# Normalized SSE for a set of data?

1. Jun 16, 2011

Normalized SSE for a set of data??

Hi, supposed I have a set of data points, and each data point has a certain value of uncertainty associated with it.

Supposed also I have a function which models the data. What I'd like to know is how does one quantitatively measure how good the fit of the model is to the data, in such as way that one can compare the model to different sets of data?

For example, taking the SSE defined as:

$\sum(y_i - f(x_i , \beta))^2$

where $\beta$ is a set of parameters, one can measure the difference between the model and the data. However, this does not take into account the number of data points or the degree of uncertainty. If I have a very large number of data points, a small difference between the data and model will result in a very large SSE, even if the model is a very good fit. On the contrary, even if the model is poor, a small set of data points may produce a small SSE - thus there is no way to compare between data sets for the same model.

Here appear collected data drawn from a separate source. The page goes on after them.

import type { Descriptor } from '../../../../../shared/api/descriptor-answers.js';
import {
  blankEntry,
  defaultUnit,
  entryUnits,
  observationOf,
  orderForEntry,
  parseTyped,
  ratioOf,
  ratioSource,
  ratioText,
  shownIn,
  siOf,
  switchUnit,
  typeInto,
} from './descriptor-entry';

function descriptor(id: number, code: string, label: string, kind: Descriptor['kind'], parts: [string, string] | null = null): Descriptor {
  return {
    id,
    code,
    label,
    object: 'the third fully opened leaf',
    kind,
    categories: [],
    numeratorCode: parts?.[0] ?? null,
    denominatorCode: parts?.[1] ?? null,
    howToMeasure: '',
    caution: null,
    active: true,
    sortOrder: id * 10,
    characterId: null,
  };
}

const petiole = descriptor(1, 'petiole.length', 'Petiole length', 'length');
const sheath = descriptor(2, 'sheath.length', 'Sheath length', 'length');
// The figures: petiole about 40 in, sheath about 28 in, ratio 0.70 — so the 0.70 is sheath over petiole.
const ratio = descriptor(3, 'sheath.petiole.ratio', 'Sheath-to-petiole ratio', 'ratio', ['sheath.length', 'petiole.length']);

describe('descriptor entry', () => {
  it('should offer centimetres or inches for a length and kilograms or pounds for a mass', () => {
    expect(entryUnits('length')).toEqual(['cm', 'in']);
    expect(entryUnits('mass')).toEqual(['kg', 'lb']);
    expect(entryUnits('category')).toEqual([]);
  });

  it('should start a row in the person’s system', () => {
    expect(defaultUnit('length', 'imperial')).toBe('in');
    expect(defaultUnit('mass', 'metric')).toBe('kg');
    expect(defaultUnit('count', 'imperial')).toBe('count');
    expect(defaultUnit('ratio', 'metric')).toBeNull();
  });

  it('should read a decimal comma and refuse words', () => {
    expect(parseTyped('40,5')).toBe(40.5);
    expect(parseTyped('  ')).toBeNull();
    expect(parseTyped('forty')).toBeNaN();
    expect(parseTyped('-3')).toBeNaN();
  });

  it('should show 40 in as 101.6 cm (NIST SP 811 B.8: 1 in = 0.0254 m exactly)', () => {
    expect(shownIn({ value: 40, unit: 'in' }, 'cm')).toBe('101.6');
    expect(shownIn({ value: 40, unit: 'in' }, 'in')).toBe('40');
  });

  it('should show 1 kg as 2.2 lb (NIST SP 811 B.8: 1 lb = 0.45359237 kg exactly)', () => {
    expect(shownIn({ value: 1, unit: 'kg' }, 'lb')).toBe('2.2');
    expect(siOf({ value: 2, unit: 'lb' })).toBeCloseTo(0.90718474, 10);
  });

  it('should compute sheath 28 in over petiole 40 in as 0.70 (common practice, no source)', () => {
    const typed = new Map([
      ['petiole.length', { value: 40, unit: 'in' as const }],
      ['sheath.length', { value: 28, unit: 'in' as const }],
    ]);
    expect(ratioText(ratioOf(ratio, typed))).toBe('0.70');
  });

  it('should compute the ratio of parts typed in different units through SI', () => {
    // 28 in is 71.12 cm exactly.
    const typed = new Map([
      ['petiole.length', { value: 40, unit: 'in' as const }],
      ['sheath.length', { value: 71.12, unit: 'cm' as const }],
    ]);
    expect(ratioOf(ratio, typed)).toBeCloseTo(28 / 40, 10);
  });

  it('should wait for both parts and never divide by zero', () => {
    expect(ratioOf(ratio, new Map([['petiole.length', { value: 40, unit: 'in' as const }]]))).toBeNull();
    const zero = new Map([
      ['sheath.length', { value: 28, unit: 'in' as const }],
      ['petiole.length', { value: 0, unit: 'in' as const }],
    ]);
    expect(ratioOf(ratio, zero)).toBeNull();
    expect(ratioText(null)).toBe('—');
  });

  it('should say which descriptors a ratio is computed from', () => {
    expect(ratioSource(ratio, [petiole, sheath, ratio])).toBe('computed from sheath length and petiole length');
  });
});

describe('entry rows', () => {
  it('should read typed text in the unit shown', () => {
    const row = typeInto(blankEntry('length', 'imperial'), '40');
    expect(row.typed).toEqual({ value: 40, unit: 'in' });
    expect(row.invalid).toBe(false);
  });

  it('should mark text that is not a number and keep no value', () => {
    const row = typeInto(blankEntry('length', 'metric'), '12 cm');
    expect(row.typed).toBeNull();
    expect(row.invalid).toBe(true);
  });

  it('should keep the typed number when the unit is switched, reading it in the new unit', () => {
    // A recorder who typed 40 with the toggle on cm, then sees the tape was in inches, means 40 in.
    const row = switchUnit(typeInto(blankEntry('length', 'metric'), '40'), 'in');
    expect(row.text).toBe('40');
    expect(row.unit).toBe('in');
    expect(row.typed).toEqual({ value: 40, unit: 'in' });
  });

  it('should refuse a count that is not a whole number, and an implausible value, before sending', () => {
    const count = descriptor(8, 'suckers.count', 'Number of suckers', 'count');
    expect(typeInto(blankEntry('count', 'metric'), '2.5', count).problem).toBe('Number of suckers is a count: type a whole number.');
    expect(observationOf(count, typeInto(blankEntry('count', 'metric'), '2.5', count), 1, null)).toEqual([]);
    const row = typeInto({ ...blankEntry('length', 'metric'), unit: 'm' }, '127', petiole);
    expect(row.problem).toMatch(/127 m is not a plausible petiole length: expected 0.02 m to 3 m/);
    expect(observationOf(petiole, row, 1, null)).toEqual([]);
  });

  it('should take a new value in the new unit once the person types again', () => {
    const row = typeInto(switchUnit(typeInto(blankEntry('length', 'imperial'), '40'), 'cm'), '100');
    expect(row.typed).toEqual({ value: 100, unit: 'cm' });
  });
});

describe('entry order and what is saved', () => {
  const blade = descriptor(4, 'leaf.blade.length', 'Leaf blade length', 'length');
  const shape = { ...descriptor(5, 'corm.shape', 'Corm shape', 'category'), categories: [{ id: 'round', label: 'Round' }] };

  it('should put a ratio right after the later of its parts', () => {
    expect(orderForEntry([ratio, petiole, sheath, blade]).map((d) => d.code)).toEqual(['petiole.length', 'sheath.length', 'sheath.petiole.ratio', 'leaf.blade.length']);
  });

  it('should send a measured value as typed, with its unit', () => {
    const entry = typeInto(blankEntry('length', 'imperial'), '40');
    expect(observationOf(petiole, entry, 3, 9)).toEqual([{ accessionId: 3, plantId: 9, descriptorId: 1, value: 40, unit: 'in' }]);
  });

  it('should send a chosen category by its id and nothing for an empty row', () => {
    expect(observationOf(shape, { ...blankEntry('category', 'metric'), category: 'round' }, 3, null)).toEqual([
      { accessionId: 3, plantId: null, descriptorId: 5, category: 'round' },
    ]);
    expect(observationOf(petiole, blankEntry('length', 'metric'), 3, null)).toEqual([]);
  });

  it('should never send a ratio, which is computed', () => {
    expect(observationOf(ratio, typeInto(blankEntry('length', 'metric'), '1'), 3, null)).toEqual([]);
  });
});
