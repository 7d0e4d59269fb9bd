// Reading a session's rows for the results and the access rules every calibration route shares.
import { In, type EntityManager } from 'typeorm';
import type { CalibrationResults, Participant as ParticipantDto, ScreeningSummary } from '../../shared/api/calibration-answers.js';
import type { User } from '../auth/user.entity.js';
import { AppError } from '../core/app-error.js';
import { CalibrationResponse, CalibrationSession, Participant, Specimen } from './calibration-session.entity.js';
import { Certification, ColourVisionScreening } from './certification.entity.js';
import { computeResults } from './calibration-results.js';

/** Whether the user runs sessions (sees every answer and result). */
export function runsSessions(user: User): boolean {
  return user.role === 'trainer' || user.role === 'admin';
}

/** Today's date, "YYYY-MM-DD" (UTC). */
export function today(now = new Date()): string {
  return now.toISOString().slice(0, 10);
}

/** The session; 404 when there is none. */
export async function findSession(m: EntityManager, id: number): Promise<CalibrationSession> {
  const session = await m.findOneBy(CalibrationSession, { id });
  if (!session) throw AppError.notFound(`There is no calibration session ${id}.`);
  return session;
}

/** 409 unless the session is open. */
export function assertOpen(session: CalibrationSession, what: string): void {
  if (session.status !== 'open') throw AppError.conflict(`Calibration session ${session.id} is closed: ${what}.`);
}

/** The user's participant row in a session, if any. */
export function participantOf(m: EntityManager, sessionId: number, userId: number): Promise<Participant | null> {
  return m.findOneBy(Participant, { session: { id: sessionId }, user: { id: userId } });
}

/** Whether the user may take part: the session is unrestricted or they were invited. */
export function mayTakePart(session: CalibrationSession, participant: Participant | null): boolean {
  return !session.restricted || participant?.invited === true;
}

/** 403 for a restricted session the user was not invited to and does not run. */
export async function assertMaySee(m: EntityManager, session: CalibrationSession, user: User): Promise<Participant | null> {
  const participant = await participantOf(m, session.id, user.id);
  if (runsSessions(user) || mayTakePart(session, participant) || participant) return participant;
  throw AppError.forbidden(`Calibration session ${session.id} is only for invited observers.`);
}

/** Each user's latest screening (by screening date, then by when it was recorded). */
export async function latestScreenings(m: EntityManager, userIds: readonly number[]): Promise<Map<number, ScreeningSummary>> {
  const latest = new Map<number, ScreeningSummary>();
  if (!userIds.length) return latest;
  const rows = await m.find(ColourVisionScreening, { where: { user: { id: In([...userIds]) } }, order: { screenedOn: 'DESC', id: 'DESC' } });
  for (const r of rows) if (!latest.has(r.userId)) latest.set(r.userId, { screenedOn: r.screenedOn, method: r.method, result: r.result });
  return latest;
}

/** A session's participants with names and answer counts, by name. */
export async function participantsOf(m: EntityManager, sessionId: number): Promise<ParticipantDto[]> {
  const rows: { userId: number; name: string; invited: number | boolean; responses: number }[] = await m.query(
    `SELECT p."userId" AS userId, u.name AS name, p.invited AS invited,
            (SELECT COUNT(*) FROM calibration_response r WHERE r."sessionId" = p."sessionId" AND r."observerId" = p."userId") AS responses
       FROM calibration_participant p JOIN "user" u ON u.id = p."userId"
      WHERE p."sessionId" = ? ORDER BY u.name, p."userId"`,
    [sessionId],
  );
  return rows.map((r) => ({ userId: r.userId, name: r.name, invited: Boolean(r.invited), responses: Number(r.responses) }));
}

/** Loads everything a session's results need and computes them. */
export async function loadResults(m: EntityManager, session: CalibrationSession, now = new Date()): Promise<CalibrationResults> {
  const specimens = await m.find(Specimen, { where: { session: { id: session.id } }, order: { position: 'ASC' } });
  const observers = await participantsOf(m, session.id);
  const responses = await m.find(CalibrationResponse, { where: { session: { id: session.id } }, order: { id: 'ASC' } });
  const certifications = await m.find(Certification, { where: { session: { id: session.id } } });
  const screenings = await latestScreenings(m, observers.map((o) => o.userId));
  return computeResults({
    session,
    specimens: specimens.map((s) => ({ id: s.id, label: s.label, position: s.position, lab: { l: s.l, a: s.a, b: s.b }, referenceFieldCode: s.referenceFieldCode })),
    observers,
    responses: responses.map((r) => ({ specimenId: r.specimenId, observerId: r.observerId, chipCode: r.chipCode, fieldCode: r.fieldCode, lab: { l: r.l, a: r.a, b: r.b } })),
    certified: new Set(certifications.map((c) => c.userId)),
    screenings,
    computedAt: session.closedAt ?? now,
  });
}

Also, one must consider the magnitude of the data points when comparing sets. For example, if my $y_i$ values range from 100...500 for one set, a small fractional change between the model and the data may still produce a huge SSE, while a huge fractional change between the model and data ranging from 0.01...0.5 will result in a small SSE.

So, what I'd like is a way to compare the goodness of a fit for a wide variety of data sets that takes into account the error in the data, the number of data points, and the magnitude of the dependent variables in the data - can someone explain how to do this and what such a quantity is called?

2. Jun 19, 2011

### Stephen Tashi

Re: Normalized SSE for a set of data??

You could try the mean of the sum of the squares of the percentage errors, but unless you can define what makes a good or bad comparison precisely, there is no mathematical answer to your question.

3. Jun 20, 2011

Re: Normalized SSE for a set of data??

I was thinking along the same lines... something like this:

$\frac{1}{N}\sum\frac{(y_i - f(x_i, \beta)) + e_i}{y_i}$

where N is the total number of data points, and ei is the error associated with the ith data point. This would give the average maximum possible difference between the curve and the data.

Do you see any flaws in this reasoning?

4. Jun 20, 2011

### Stephen Tashi

Re: Normalized SSE for a set of data??

It isn't reasoning. It's the method of "I don't know exactly what I want, but I'll recognize it when I see it". Everybody who deals with practical problems resorts to this method sometimes. If you want to deduce an answer by mathematical reasoning, you have to define precisely what it is that you are trying to do. If you are just casually fooling around with some data, I think the formula is worth a try. If you have some very serious purpose in your work, you should try define you goal in precise language and see where reasoning will take you.

5. Jun 21, 2011

### SW VandeCarr

Re: Normalized SSE for a set of data??

I haven't seen any reference to the term "mean squared error" (MSE) in this thread, This is simply the the SSE divided by the number of degrees of freedom and is essentially what this thread is addressing. It's a widely used and well regarded statistic and is useful in evaluating the bias of estimators among other things. I'm not aware of any particular issues associated with it. Am I missing something in this discussion?

EDIT: Assessing the number of degrees of freedom can be difficult due to correlations among variables. MANOVA analysis is usually required in the multivariate setting. In the univariate setting there is no problem provided the individual data points (observations) are independent.